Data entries
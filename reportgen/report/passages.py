"""The order in which the working is told: parts that follow the thought, in them passages under one sentence.

Each part keeps the order of the solution, save that relations of one sort are drawn together where all that they use
stands before. Relations that only say what is left of a balance are no steps: they belong to the closure.
"""

from __future__ import annotations

import re
from collections.abc import Iterable, Mapping, Sequence
from dataclasses import dataclass, field
from typing import Any

__all__ = ["RESIDUALS", "Part", "Passage", "arrange", "is_residual", "residuals"]

_STATES, _ENTROPY, _EXERGY, _TRAINS, _WHOLE = range(5)
_TITLES = (
    "States and balances",
    "Entropy and lost work, {} by {}",
    "Exergy and figures of merit",
    "Trains",
    "The whole",
)
#: Where a quantity is told when nothing before needs it.
_TOLD = {
    "entropy_flow": _ENTROPY,
    "entropy": _ENTROPY,
    "entropy_change": _ENTROPY,
    "entropy_of_mixing": _ENTROPY,
    "initial_entropy": _ENTROPY,
    "final_entropy": _ENTROPY,
    "entropy_with_mass": _ENTROPY,
    "vessel_entropy_generation": _ENTROPY,
    "valve_entropy_generation": _ENTROPY,
    "wall_entropy_generation": _ENTROPY,
    "mole_fraction": _ENTROPY,
    "entropy_with_heat": _ENTROPY,
    "entropy_generation": _ENTROPY,
    "lost_work": _ENTROPY,
    "specific_exergy": _EXERGY,
    "isentropic_outlet_enthalpy": _EXERGY,
    "isentropic_efficiency": _EXERGY,
    "polytropic_efficiency": _EXERGY,
    "pressure_integral": _EXERGY,
    "exergetic_efficiency": _EXERGY,
    "entropy_generation_number": _EXERGY,
}
#: Names of what is left of each balance.
RESIDUALS = {"mass": ("mass_imbalance",), "energy": ("energy_imbalance",), "entropy": ("closure",)}
_RESIDUALS = {name for names in RESIDUALS.values() for name in names}
_FIXED = re.compile(r"State (?P<state>\S+) is fixed by its (?P<how>.+)", re.DOTALL)
#: Characters of sentences on one piece that are still read as one.
_SENTENCE = 215

Relation = Mapping[str, Any]


@dataclass
class Passage:
    """Relations under one sentence; ``run`` when their equations stand one after the other in a line."""

    sentence: str
    keys: list[str] = field(default_factory=list)
    run: bool = False


@dataclass(frozen=True)
class Part:
    """A subsection of the working."""

    title: str
    passages: list[Passage]


def is_residual(relation: Relation) -> bool:
    """Whether a relation solves nothing but what is left of balances."""
    return bool(relation["solves"]) and all(_last(path) in _RESIDUALS for path in relation["solves"])


def _order(data: Mapping[str, Any]) -> list[str]:
    """Keys of all relations: in solution order, then any that the order leaves out."""
    return list(dict.fromkeys([*data["solution_order"], *sorted(data["relations"])]))


def residuals(data: Mapping[str, Any]) -> list[str]:
    """Keys of the relations that the closure shows."""
    return [key for key in _order(data) if is_residual(data["relations"][key])]


def arrange(data: Mapping[str, Any]) -> list[Part]:
    """Every other relation of a record, once."""
    relations = data["relations"]
    order = [key for key in _order(data) if not is_residual(relations[key])]
    told = _told(order, relations)
    parts = []
    for number, title in enumerate(_TITLES):
        keys = [key for key in order if told[key] == number]
        if number == _EXERGY:  # the exergies of the states rest on nothing else told here
            keys.sort(key=lambda key: not relations[key]["owner"].startswith(("fluids.", "states.")))
        if keys:
            words = {"equipment": "piece", "processes": "process", "vessels": "vessel"}
            word = next((word for family, word in words.items() if data["plant"].get(family)), "piece")
            parts.append(Part(title.format(word, word), _passages(number, keys, data)))
    return parts


def _told(order: Sequence[str], relations: Mapping[str, Relation]) -> dict[str, int]:
    """The part of each relation: that of its quantity, or an earlier one where something there uses it."""
    solved = {path: key for key in order for path in relations[key]["solves"]}
    told = {key: _part_of(relations[key]) for key in order}
    for key in reversed(order):
        for path in relations[key]["uses"]:
            source = solved.get(path)
            if source is not None:
                told[source] = min(told[source], told[key])
    return told


def _part_of(relation: Relation) -> int:
    family = relation["owner"].split(".")[0]
    if family in ("trains", "total", "closed"):
        return _TRAINS if family == "trains" else _WHOLE
    if family == "fluids":
        return _EXERGY
    return min((_TOLD.get(_last(path), _STATES) for path in relation["solves"]), default=_STATES)


def _passages(part: int, keys: Sequence[str], data: Mapping[str, Any]) -> list[Passage]:
    """Passages of one part: a relation joins an earlier one of its sort if all it uses is known there."""
    relations = data["relations"]
    place = {path: len(keys) for key in keys for path in relations[key]["solves"]}
    found: list[Passage] = []
    latest: dict[tuple[str, ...], int] = {}
    for key in keys:
        relation = relations[key]
        sort = _sort(part, relation, data)
        index = latest.get(sort, len(found)) if sort else len(found)
        if index < len(found):
            needed = max((place.get(path, -1) for path in relation["uses"]), default=-1)
            by_piece = sort[0] == "owner" and part in (_STATES, _ENTROPY, _EXERGY)
            too_long = by_piece and _is_long(found[index], relation, relations)
            if needed > index or too_long:
                index = len(found)
        if index == len(found):
            found.append(Passage(""))
            latest[sort] = index
        found[index].keys.append(key)
        place.update(dict.fromkeys(relation["solves"], index))
    for passage in found:
        _word(passage, [relations[key] for key in passage.keys])
    return found


def _sort(part: int, relation: Relation, data: Mapping[str, Any]) -> tuple[str, ...]:
    """What relations that may stand in one passage have in common; empty for one that stands alone."""
    owner, sentence = relation["owner"], relation["sentence"]
    if part == _EXERGY and owner.startswith(("fluids.", "states.")):
        name = owner.split(".", 1)[1]
        state = data["plant"]["states"].get(name) if owner.startswith("states.") else None
        return ("exergy", state["fluid"] if state else name)
    if part != _STATES:
        return ("flow",) if owner.startswith("states.") else ("owner", owner)
    if owner.startswith("vessels."):
        return ("owner", owner)
    if _is_adiabatic(relation):
        return ("adiabatic",)
    if _is_kept_flow(relation):
        return ("kept flow",)
    if match := _FIXED.fullmatch(sentence):
        return ("fixed", match["how"], relation["basis"])
    _, colon, rest = sentence.partition(": ")
    return ("alike", rest, relation["basis"]) if colon else ()


def _is_adiabatic(relation: Relation) -> bool:
    return (
        [_last(path) for path in relation["solves"]] == ["heat"]
        and bool(relation["uses"])
        and all(path.startswith("assumptions.") for path in relation["uses"])
    )


def _is_kept_flow(relation: Relation) -> bool:
    return [_last(path) for path in [*relation["solves"], *relation["uses"]]] == ["mass_flow", "mass_flow"]


def _is_long(passage: Passage, relation: Relation, relations: Mapping[str, Relation]) -> bool:
    return len(_joined([*(relations[key]["sentence"] for key in passage.keys), relation["sentence"]])) > _SENTENCE


def _word(passage: Passage, members: Sequence[Relation]) -> None:
    """Give a passage its sentence, and say whether its equations run on in a line."""
    passage.run = all(_is_adiabatic(member) for member in members) or all(_is_kept_flow(member) for member in members)
    sentences = [member["sentence"] for member in members]
    if only := _only_piece(members):
        title = sentences[0].partition(": ")[0]
        passage.sentence = f"{title} consists of {only} alone; its values are those of {only}."
        passage.run = True
    elif len(members) == 1:
        passage.sentence = sentences[0]
    elif _is_adiabatic(members[0]):
        names = _listed(member["owner"].partition(".")[2] for member in members)
        passage.sentence = f"{names} are taken as adiabatic."
    elif _is_kept_flow(members[0]):
        passage.sentence = "What enters a piece as one stream leaves it as the next."
    elif all(_FIXED.fullmatch(sentence) for sentence in sentences):
        matches = [_FIXED.fullmatch(sentence) for sentence in sentences]
        how = next(match["how"] for match in matches if match)
        passage.sentence = f"States {_listed(match['state'] for match in matches if match)} are fixed by their {how}"
    elif all(_last(member["solves"][0]) == "entropy_flow" for member in members if member["solves"]):
        passage.sentence = "A stream carries its flow times its specific entropy."
    elif all(_last(member["solves"][0]) == "entropy" for member in members if member["solves"]):
        passage.sentence = "A content holds its mass times its specific entropy."
    elif any(_last(path) == "specific_exergy" for member in members for path in member["solves"]):
        fluid = next((member["owner"].partition(".")[2] for member in members if member["owner"][:7] == "fluids."), "")
        stream = f"a stream of {fluid}" if fluid else "a stream"
        passage.sentence = f"Work that could be had from {stream} on its way to equilibrium with the surroundings" + (
            ", where its enthalpy and entropy are those that stand first." if fluid else "."
        )
    else:
        passage.sentence = _joined(sentences)
    passage.sentence = passage.sentence[:1].upper() + passage.sentence[1:]


def _only_piece(members: Sequence[Relation]) -> str | None:
    """Tag of the one piece or process that a train or the whole consists of; its sums then only repeat its values."""
    owner = members[0]["owner"]
    if owner.split(".")[0] not in ("trains", "total", "closed") or ": " not in members[0]["sentence"]:
        return None
    pieces: set[str] = set()
    for member in members:
        parts = [path for path in member["uses"] if path.startswith(("equipment.", "processes.", "vessels."))]
        own = [path for path in member["uses"] if path.startswith(f"{owner}.")]
        symbols = [line[1] for line in member["latex_lines"] if len(line) > 1]
        repeats = len(parts) == 1 and not own and not any(text.lstrip().startswith("-") for text in symbols)
        if not repeats and not (own and not parts):
            return None
        pieces.update(path.split(".", 1)[1].rpartition(".")[0] for path in parts)
    return pieces.pop() if len(pieces) == 1 else None


def _joined(sentences: Sequence[str]) -> str:
    """One sentence of several: what stands before their colons once, what follows it in a row, the same only once."""
    heads = list(dict.fromkeys(sentence.partition(": ")[0] for sentence in sentences if ": " in sentence))
    if len(heads) != 1 or any(": " not in sentence for sentence in sentences):
        rests = list(dict.fromkeys(sentence.partition(": ")[2] for sentence in sentences))
        if len(rests) == 1 and rests[0]:
            return rests[0]
        return " ".join(dict.fromkeys(sentences))
    rests = list(dict.fromkeys(sentence.partition(": ")[2].rstrip(".") for sentence in sentences))
    return f"{heads[0]}: {'; '.join(rests)}."


def _listed(words: Iterable[str]) -> str:
    """``1, 2 and 3``."""
    words = list(words)
    return ", ".join(words[:-1]) + f" and {words[-1]}" if len(words) > 1 else words[0]


def _last(path: str) -> str:
    return path.rpartition(".")[2]
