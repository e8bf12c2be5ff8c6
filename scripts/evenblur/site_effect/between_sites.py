"""Phantoms of one kind at several sites, point by point: how far they differ before and after their kernels."""

from collections.abc import Callable, Mapping, Sequence
from dataclasses import dataclass
from pathlib import Path
from typing import Any

import numpy as np
from numpy.typing import NDArray

from evenblur.achieving import LoadedPhantom, ProvingPhantom, load_phantom
from evenblur.measuring import PhantomVolume, plain
from evenblur.phantoms.reference_model import ReferenceModel
from evenblur.site_effect.common_grid import (
    CommonObject,
    NotComparableError,
    common_cylinder,
    common_reference,
    common_spheres,
    place_cylinder,
    place_reference,
    place_spheres,
    sample,
)
from evenblur.smoothing import smooth_volume

Array = NDArray[np.float64]
Record = Mapping[str, Any]

LEAST_LEVEL = 0.1
"""Points whose mean over the sites is below this share of the full activity are left out: relative differences of
almost nothing say nothing."""

SIZE_SPREAD = 0.15
"""Cylinders whose radius differs by more than this share from the usual one are not the same object."""

DEPTH_STEP_MM = 2.0

COMPARED = ("uniform_cylinder", "hot_spheres", "reference_image")
"""Kinds with an object to compare; the image of a source is nothing but its width."""


@dataclass(frozen=True)
class SitePhantom:
    """One period's phantom, as the comparison needs it.

    Attributes
    ----------
    phantom
        The phantom's image, kind and details.
    site, period
        Where it was scanned, and in which period.
    kernel
        The period's kernel, in-plane and axial, mm.
    fit
        The fit of its resolution record.
    """

    phantom: ProvingPhantom
    site: str
    period: str
    kernel: tuple[float, float]
    fit: Record


@dataclass(frozen=True)
class _Comparison:
    """How the phantoms of a group are laid on each other."""

    words: str
    common: CommonObject
    place: Callable[[LoadedPhantom, Record], Array]
    level: Callable[[Record], tuple[float, float]]


def compare_phantoms(
    phantoms: Sequence[SitePhantom], *, target_mm: float, study_dir: Path = Path()
) -> list[dict[str, Any]]:
    """Compare all phantoms of a study that show the same object.

    Parameters
    ----------
    phantoms
        The phantoms behind the periods that are harmonised, one a kind and period.
    target_mm
        The wider of the two target widths, mm: how far around the object points are taken.
    study_dir
        The folder that image paths are relative to.

    Returns
    -------
    list of dict
        One entry a group of the same object, or with `why` where a group cannot be compared.

    Raises
    ------
    InputError
        If an image cannot be read or changed since the run planned with it.
    """
    groups: dict[tuple[str, str], list[SitePhantom]] = {}
    for phantom in phantoms:
        groups.setdefault((phantom.phantom.kind, _object_key(phantom)), []).append(phantom)
    return [_compare_group(kind, members, target_mm, study_dir) for (kind, _), members in sorted(groups.items())]


def _object_key(phantom: SitePhantom) -> str:
    if phantom.phantom.kind == "reference_image":
        return str(phantom.phantom.reference_sha256)
    if phantom.phantom.kind == "hot_spheres":
        details = phantom.phantom.details
        diameters = sorted(float(diameter) for diameter in details["diameters_mm"])
        return f"{diameters} {float(details.get('wall_mm') or 1.0):g}"
    return ""


def _compare_group(kind: str, members: list[SitePhantom], target_mm: float, study_dir: Path) -> dict[str, Any]:
    entry: dict[str, Any] = {"kind": kind, "object": "", "phantoms": [], "sites": 0, "periods": 0, "points": 0}
    entry |= {"between_sites": None, "between_periods": None, "by_depth": [], "profile": None, "left_out": []}
    if kind not in COMPARED:
        words = kind.replace("_", " ")
        return {**entry, "why": f"the image of a {words} shows its width and no object to compare point by point"}
    kept, left_out = _same_size(members) if kind == "uniform_cylinder" else (members, [])
    entry["left_out"] = left_out
    if len({member.site for member in kept}) < 2:
        return {**entry, "why": "only one site scanned this object"}
    comparison = _prepare(kind, kept, target_mm, study_dir)
    before, after = _Sums(len(comparison.common.points)), _Sums(len(comparison.common.points))
    used = []
    for member in kept:
        try:
            pair = _sampled(member, comparison, study_dir)
        except NotComparableError as error:
            left_out.append({"phantom": member.phantom.label, "why": str(error)})
            continue
        used.append(member)
        before.add(member.site, pair[0])
        after.add(member.site, pair[1])
    entry |= {
        "object": comparison.words,
        "phantoms": [member.phantom.label for member in used],
        "sites": len({member.site for member in used}),
        "periods": len(used),
    }
    if entry["sites"] < 2:
        return {**entry, "why": "fewer than two sites have an image of it that can be compared"}
    entry |= _figures(before, after, comparison.common)
    return {**plain(entry), "why": None}


def _same_size(members: list[SitePhantom]) -> tuple[list[SitePhantom], list[dict[str, str]]]:
    radii = np.array([float(member.fit["radius_mm"]) for member in members])
    usual = float(np.median(radii))
    kept, left_out = [], []
    for member, radius in zip(members, radii, strict=True):
        if abs(radius - usual) <= SIZE_SPREAD * usual:
            kept.append(member)
        else:
            why = f"its radius of {radius:.1f} mm is not near the usual {usual:.1f} mm"
            left_out.append({"phantom": member.phantom.label, "why": why})
    return kept, left_out


def _prepare(kind: str, members: list[SitePhantom], target_mm: float, study_dir: Path) -> _Comparison:
    if kind == "uniform_cylinder":
        return _prepare_cylinder(members, target_mm)
    if kind == "hot_spheres":
        found = [{round(float(s["diameter_mm"]), 3) for s in member.fit["spheres"]} for member in members]
        diameters = sorted(set.intersection(*found), reverse=True)
        common, owner = common_spheres(diameters, margin_mm=target_mm / 2.0)
        return _Comparison(
            f"hot spheres of {', '.join(f'{d:g}' for d in diameters)} mm",
            common,
            lambda loaded, fit: place_spheres(loaded.scanned, fit, common, owner=owner, diameters_mm=diameters),
            lambda fit: (0.0, float(fit["hot"])),
        )
    loaded = load_phantom(members[0].phantom, study_dir)
    model = ReferenceModel(loaded.details["reference_volume"], voxel_mm=loaded.details["reference_voxel_mm"])
    common = common_reference(model)
    return _Comparison(
        "the object of one digital reference",
        common,
        lambda loaded, fit: place_reference(loaded.scanned, fit, common, model=model),
        lambda fit: (float(fit["offset"]), float(fit["scale"]) * model.level),
    )


def _prepare_cylinder(members: list[SitePhantom], target_mm: float) -> _Comparison:
    radius = float(np.median([float(member.fit["radius_mm"]) for member in members]))
    lengths = [member.fit.get("length_mm") for member in members]
    known = [float(length) for length in lengths if length]
    ends = len(known) == len(members) and all(member.fit.get("ends_seen") == 2 for member in members)
    if ends:
        half = float(np.median(known)) / 2.0
        words = f"filled cylinder, radius {radius:.0f} mm, length {2 * half:.0f} mm"
    else:
        # Away from any end: within the shortest of the cylinders, and about the middle of the field.
        half = min([length / 2.0 - target_mm for length in known] + [float(target_mm) * 3.0])
        half = max(half, target_mm / 2.0)
        words = f"filled cylinder, radius {radius:.0f} mm, its middle {2 * half:.0f} mm"
    common = common_cylinder(radius_mm=radius, half_length_mm=half, margin_mm=target_mm, ends=ends)
    return _Comparison(
        words,
        common,
        lambda loaded, fit: place_cylinder(loaded.scanned, fit, common, size=(radius, half if ends else None)),
        lambda fit: (0.0, float(fit["inside"])),
    )


def _sampled(member: SitePhantom, comparison: _Comparison, study_dir: Path) -> tuple[Array, Array]:
    """Values at the common points before and after the period's kernel, as shares of the full activity."""
    loaded = load_phantom(member.phantom, study_dir)
    places = comparison.place(loaded, member.fit)
    offset, full = comparison.level(member.fit)
    if not full > 0:
        raise NotComparableError("its fitted activity is not positive")
    in_plane, axial = member.kernel
    scanned = loaded.scanned
    smoothed = smooth_volume(scanned.volume, voxel_mm=scanned.voxel_mm, fwhm_mm=(in_plane, in_plane, axial))
    after = PhantomVolume(np.asarray(smoothed, dtype=np.float64), scanned.voxel_mm)
    first, second = ((sample(volume.volume, places) - offset) / full for volume in (scanned, after))
    return first, second


class _Sums:
    """What is kept of the images of a group: sums by site, and over all periods."""

    def __init__(self, points: int) -> None:
        self.points = points
        self.by_site: dict[str, tuple[int, Array]] = {}
        self.total = np.zeros(points)
        self.squares = np.zeros(points)
        self.count = 0

    def add(self, site: str, values: Array) -> None:
        count, total = self.by_site.get(site, (0, np.zeros(self.points)))
        self.by_site[site] = (count + 1, total + values)
        self.total += values
        self.squares += values**2
        self.count += 1

    def site_means(self) -> Array:
        return np.stack([total / count for count, total in self.by_site.values()])

    def period_cv(self) -> Array:
        mean = self.total / self.count
        variance = np.maximum(self.squares / self.count - mean**2, 0.0) * self.count / max(self.count - 1, 1)
        return np.asarray(np.sqrt(variance) / mean)


def variation(values: Array) -> Array:
    """Coefficient of variation down the columns: standard deviation (n - 1) over mean.

    Parameters
    ----------
    values
        Shape (n, points), n at least 2.

    >>> variation(np.array([[1.0, 2.0], [3.0, 2.0]])).round(4).tolist()
    [0.7071, 0.0]
    """
    return np.asarray(values.std(axis=0, ddof=1) / values.mean(axis=0))


def _figures(before: _Sums, after: _Sums, common: CommonObject) -> dict[str, Any]:
    first, second = before.site_means(), after.site_means()
    level = first.mean(axis=0)
    with np.errstate(all="ignore"):
        used = np.isfinite(level) & (level >= LEAST_LEVEL * np.nanmax(level))
        sites = _pair(variation(first[:, used]), variation(second[:, used]))
        periods = _pair(before.period_cv()[used], after.period_cv()[used])
    depths = _by_depth(first, second, common.depth_mm)
    shown = [row for row in depths if row["level"] >= LEAST_LEVEL]
    profile = None
    if shown:
        roots = [float(np.sqrt(np.mean([row[name] ** 2 for row in shown]))) for name in ("before", "after")]
        profile = _change(*roots)
    return {
        "points": int(used.sum()),
        "between_sites": sites,
        "between_periods": periods,
        "by_depth": depths,
        "profile": profile,
    }


def _pair(before: Array, after: Array) -> dict[str, float]:
    return _change(float(np.mean(before)), float(np.mean(after)))


def _change(before: float, after: float) -> dict[str, float]:
    change = after / before - 1.0 if before > 0 else 0.0
    return {"before": round(before, 6), "after": round(after, 6), "change": round(change, 6)}


def _by_depth(first: Array, second: Array, depth_mm: Array) -> list[dict[str, float]]:
    """Coefficient of variation between sites of the mean at each depth below the surface: noise is averaged away."""
    if not np.all(np.isfinite(depth_mm)):
        return []
    rows = []
    shells = np.rint(depth_mm / DEPTH_STEP_MM).astype(int)
    for shell in range(int(shells.min()), min(int(shells.max()), 8) + 1):
        mine = (shells == shell) & np.isfinite(first).all(axis=0)
        if np.count_nonzero(mine) < 20:
            continue
        pair = [values[:, mine].mean(axis=1) for values in (first, second)]
        if min(float(np.mean(values)) for values in pair) <= 0:
            continue
        rows.append(
            {
                "depth_mm": shell * DEPTH_STEP_MM,
                "level": round(float(np.mean(pair[0])), 5),
                "before": round(float(pair[0].std(ddof=1) / pair[0].mean()), 6),
                "after": round(float(pair[1].std(ddof=1) / pair[1].mean()), 6),
            }
        )
    return rows
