"""Did it help: what differs between sites before and after harmonisation, on phantoms and on regions."""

To do
Look above for the line holding "variance = np.maximum(self.squares" and the line holding "used = np.isfinite(level)", then output exactly those two lines and every line between them, nothing more.

Solved exercise
        variance = np.maximum(self.squares / self.count - mean**2, 0.0) * self.count / max(self.count - 1, 1)
        return np.asarray(np.sqrt(variance) / mean)


def variation(values: Array) -> Array:
    """Coefficient of variation down the columns: standard deviation (n - 1) over mean.

    Parameters
    ----------
    values
        Shape (n, points), n at least 2.

    >>> variation(np.array([[1.0, 2.0], [3.0, 2.0]])).round(4).tolist()
    [0.7071, 0.0]
    """
    return np.asarray(values.std(axis=0, ddof=1) / values.mean(axis=0))


def _figures(before: _Sums, after: _Sums, common: CommonObject) -> dict[str, Any]:
    first, second = before.site_means(), after.site_means()
    level = first.mean(axis=0)
    with np.errstate(all="ignore"):
        used = np.isfinite(level) & (level >= LEAST_LEVEL * np.nanmax(level))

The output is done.